▶ Exercise description:
If a line in the entries below contains "loading", copy it.

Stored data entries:

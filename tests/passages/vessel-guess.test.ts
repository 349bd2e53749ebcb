import { describe, expect, it } from 'vitest'
import { findVesselClass } from '../../src/domain/vessel-classes.ts'
import { classOf, convoyClass } from '../../src/passages/class-of.ts'
import { Fleet, vesselGuess } from '../../src/passages/vessel-guess.ts'
import { guessOf, NO_CONVOY, positionReport } from '../support/passage-marks.ts'

describe('the class', () => {
  // ship types of ITU-R M.1371-5, table 53; sizes of ECMT Resolution 92/2 as the middle of each range
  it.each([
    [79, 38.5, 5.05, 'cemt-i'],
    [79, 55, 6.6, 'cemt-ii'],
    [70, 80, 8.2, 'cemt-iii'],
    [89, 85, 9.5, 'cemt-iv'],
    [80, 110, 11.4, 'cemt-va'],
    [79, 135, 11.4, 'cemt-va'],
    [79, 185, 11.4, 'cemt-vb'],
    [70, 90, 13, 'coaster'],
    [71, 160, 25, 'handysize'],
    [70, 225, 32.26, 'panamax'],
    [69, 85, 11.4, 'passenger-vessel'],
    [37, 5.5, 2, 'recreational-ra'],
    [37, 9.5, 3, 'recreational-rb'],
    [37, 15, 4, 'recreational-rc'],
    [36, 15, 4, 'recreational-rd'],
    [40, 6, 2.2, 'planing-boat'],
    [49, 30, 8, 'patrol-boat'],
    [55, 18, 4.8, 'patrol-boat'],
    [52, 28, 9, 'tug'],
    [30, 20, 6, 'tug'],
    [NaN, 9, 3, 'recreational-rb'],
    [NaN, 85, 9.5, 'cemt-iv'],
    [NaN, NaN, NaN, 'recreational-rb'],
    [79, NaN, NaN, 'cemt-iv'],
  ])('of ship type %f, %f m by %f m is %s', (shipType, length, beam, expected) => {
    expect(classOf(shipType, length, beam)).toBe(expected)
    expect(findVesselClass(expected)).toBeDefined()
  })

  it.each([
    [95, 'tow-1-jumbo'],
    [160, 'tow-4-jumbo'],
    [350, 'tow-15-jumbo'],
    [NaN, 'tow-4-jumbo'],
  ])('of a convoy of %f m is %s', (length, expected) => {
    expect(convoyClass(length)).toBe(expected)
  })
})

const BARGE = { shipType: 79, length: 84, beam: 9.4 }

describe('the vessel of a report', () => {
  it('is as reported where it says its draught, in the loading whose draught is nearer', () => {
    const guess = guessOf({ ...BARGE, draught: 1.4 })
    expect(guess).toMatchObject({ classId: 'cemt-iv', basis: 'reported' })
    expect(guess.variants).toMatchObject([{ length: 84, beam: 9.4, draught: 1.4, loading: 'empty' }])
    expect(guessOf({ ...BARGE, draught: 2.2 }).variants).toMatchObject([{ draught: 2.2, loading: 'laden' }])
  })

  it('is both laden and empty where the draught is not known', () => {
    const guess = guessOf(BARGE)
    expect(guess.basis).toBe('assumed-draught')
    expect(guess.variants).toMatchObject([
      { loading: 'laden', draught: 2.5, length: 84 },
      { loading: 'empty', draught: 1.1, length: 84 },
    ])
  })

  it('is in one loading where a column says which, or its class has one draught', () => {
    expect(guessOf({ ...BARGE, loading: 'empty' }).variants).toMatchObject([{ draught: 1.1 }])
    expect(guessOf({ shipType: 37, length: 9, beam: 3 }).variants).toHaveLength(1)
  })

  it('has the dimensions of its class where it does not say them', () => {
    expect(guessOf({ shipType: 60, length: 40, beam: NaN, draught: 1.2 })).toMatchObject({
      basis: 'assumed-dimensions',
      variants: [{ length: 40, beam: 11.4, draught: 1.2 }],
    })
  })

  it('is a towboat alone where nothing is said of its convoy, and says so', () => {
    expect(guessOf({ shipType: 31, length: 23, beam: 8, draught: 2.6 })).toMatchObject({
      classId: 'tug',
      basis: 'tow-hull-only',
      variants: [{ length: 23, beam: 8, draught: 2.6 }],
    })
  })

  it('is the convoy of the call for towboats, and that of the row before it', () => {
    const convoy = { length: 160, beam: 21.4, draught: 2.7 }
    const ofCall = vesselGuess(positionReport({ shipType: 52, length: 23, beam: 8 }), convoy, findVesselClass)
    expect(ofCall).toMatchObject({
      classId: 'tow-4-jumbo',
      basis: 'tow-override',
      variants: [{ length: 160, beam: 21.4, draught: 2.7 }],
    })
    const row = positionReport({ shipType: 31, convoyLength: 95, convoyBeam: 10.7, convoyDraught: 0.6 })
    expect(vesselGuess(row, convoy, findVesselClass)).toMatchObject({
      classId: 'tow-1-jumbo',
      variants: [{ length: 95, beam: 10.7, draught: 0.6, loading: 'empty' }],
    })
    expect(vesselGuess(positionReport(BARGE), convoy, findVesselClass)?.basis).toBe('assumed-draught')
  })

  it('is that of its class column, without the hull of a towboat', () => {
    expect(
      guessOf({ shipType: 31, length: 23, beam: 8, draught: 2.6, vesselClass: 'tow-15-jumbo' }),
    ).toMatchObject({
      basis: 'class-column',
      variants: [{ length: 350, draught: 2.74 }, { draught: 0.6 }],
    })
    expect(guessOf({ ...BARGE, draught: 2, vesselClass: 'cemt-va' }).variants).toMatchObject([
      { length: 84, draught: 2 },
    ])
  })

  it('is none where the class does not exist', () => {
    const row = positionReport({ vesselClass: 'cemt-ix' })
    expect(vesselGuess(row, NO_CONVOY, findVesselClass)).toBeUndefined()
  })
})

describe('a fleet', () => {
  it('remembers what a vessel said of itself in rows that do not say it', () => {
    const fleet = new Fleet(NO_CONVOY, findVesselClass)
    const first = fleet.guess(positionReport({ ...BARGE, draught: 1.4 }))
    expect(fleet.guess(positionReport({}))).toBe(first)
    expect(fleet.guess(positionReport({ draught: 2.4 }))).toMatchObject({
      variants: [{ length: 84, draught: 2.4 }],
    })
    expect(fleet.guess(positionReport({ vesselKey: 'mmsi:000000102' }))?.basis).toBe('assumed-dimensions')
  })
})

▶ Task answer:
  it('is as reported where it says its draught, in the loading whose draught is nearer', () => {
    expect(guess.variants).toMatchObject([{ length: 84, beam: 9.4, draught: 1.4, loading: 'empty' }])
    expect(guessOf({ ...BARGE, draught: 2.2 }).variants).toMatchObject([{ draught: 2.2, loading: 'laden' }])
      { loading: 'laden', draught: 2.5, length: 84 },
      { loading: 'empty', draught: 1.1, length: 84 },
  it('is in one loading where a column says which, or its class has one draught', () => {
    expect(guessOf({ ...BARGE, loading: 'empty' }).variants).toMatchObject([{ draught: 1.1 }])
      variants: [{ length: 95, beam: 10.7, draught: 0.6, loading: 'empty' }],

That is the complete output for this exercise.